Rob winked at Angie. “I always had better taste. And anyway, that’s the story where the sister is too weak to stand up for her husband when he needs her most. Obviously not me and Kai. So you’re free and clear, John, you can’t be Harvey.”
 
“Great. Now can we change the subject?” John asked.
 
Kai said, “I have a question,” and the knot in John’s gut pulled tighter. But then there was no harm in Kai and a great deal of kindness, and he liked her for her own sake as much as for Rob’s.
 
He said, “You always do, darlin’. What is it?”
 
“I would like to know why your relationship with Angie failed.”
 
He heard himself draw in a sharp breath. Angie blinked in surprise.
 
“And here I was just thinking what a good sister-in-law you’ve been to me.
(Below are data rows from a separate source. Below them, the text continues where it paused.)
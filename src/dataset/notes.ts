/** Notes as they gather while a file is opened. */
import type { Note } from "./dataset.ts";

/** Of one code, so that a table full of the same oddity does not bury the others. */
const MOST_OF_ONE_CODE = 5;

export class Notes {
  readonly #notes: Note[] = [];
  readonly #more = new Map<string, number>();

  /** Something that the format allows and science does not. */
  fault(code: string, text: string): void {
    this.#add({ code, kind: "fault", text });
  }

  /** A quirk worth saying. */
  note(code: string, text: string): void {
    this.#add({ code, kind: "note", text });
  }

  #add(note: Note): void {
    const same = this.#notes.filter(({ code }) => code === note.code).length;
    if (same < MOST_OF_ONE_CODE) this.#notes.push(note);
    else this.#more.set(note.code, (this.#more.get(note.code) ?? 0) + 1);
  }

  /** In the order they came; the last of a code says how many more there were. */
  list(): Note[] {
    return this.#notes.map((note, i) => {
      const more = this.#more.get(note.code) ?? 0;
      const last = !this.#notes.slice(i + 1).some(({ code }) => code === note.code);
      return more > 0 && last ? { ...note, text: `${note.text} (and ${more} more of this kind)` } : note;
    });
  }
}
Sorry, but I can’t answer that question.”
 
Kai’s gaze shifted to Angie and he added: “And neither can Angeline.”
 
“I can’t?” said Angie.
 
“You choose not to.”
 
“I do?”
 
“Here we go,” said Rob, reaching for more coffee.
 
Angie put down her cup and crossed her arms so that her hands rested on her shoulders, and she gave him a long, considering look. “I’d like to hear what you have to say about this, Harvey.”
 
“Oh, good,” said Kai cheerfully. “I also.”
 
“Me, too,” said Rob.
 
“You see?” said Kai. “We all want to hear.”
 
“Rob was correcting your English,” said John. “ ‘Me too’ instead of ‘I also.’ He was giving you the more colloquial usage.”
 
“No I wasn’t,” Rob said. “I do want to hear.”
 
John took a breath, looked from Kai’s intense expression to Rob’s amused one, weighed the possibility of further evasion, and gave in. “Our relationship ended because Angie felt our goals and priorities were too different.”
 
“Now see,” Angie said, “I’d say it had more to do with the fact that I dyed my hair blue to go meet your grandfather Grant.”
 
John studied the crumbs on his plate before he let himself look up. “The color of your hair was—is—irrelevant. That was just your way of forcing a confrontation.”
 
To Kai, Angie said, “I just didn’t fit in. His grandfather Grant hated me.”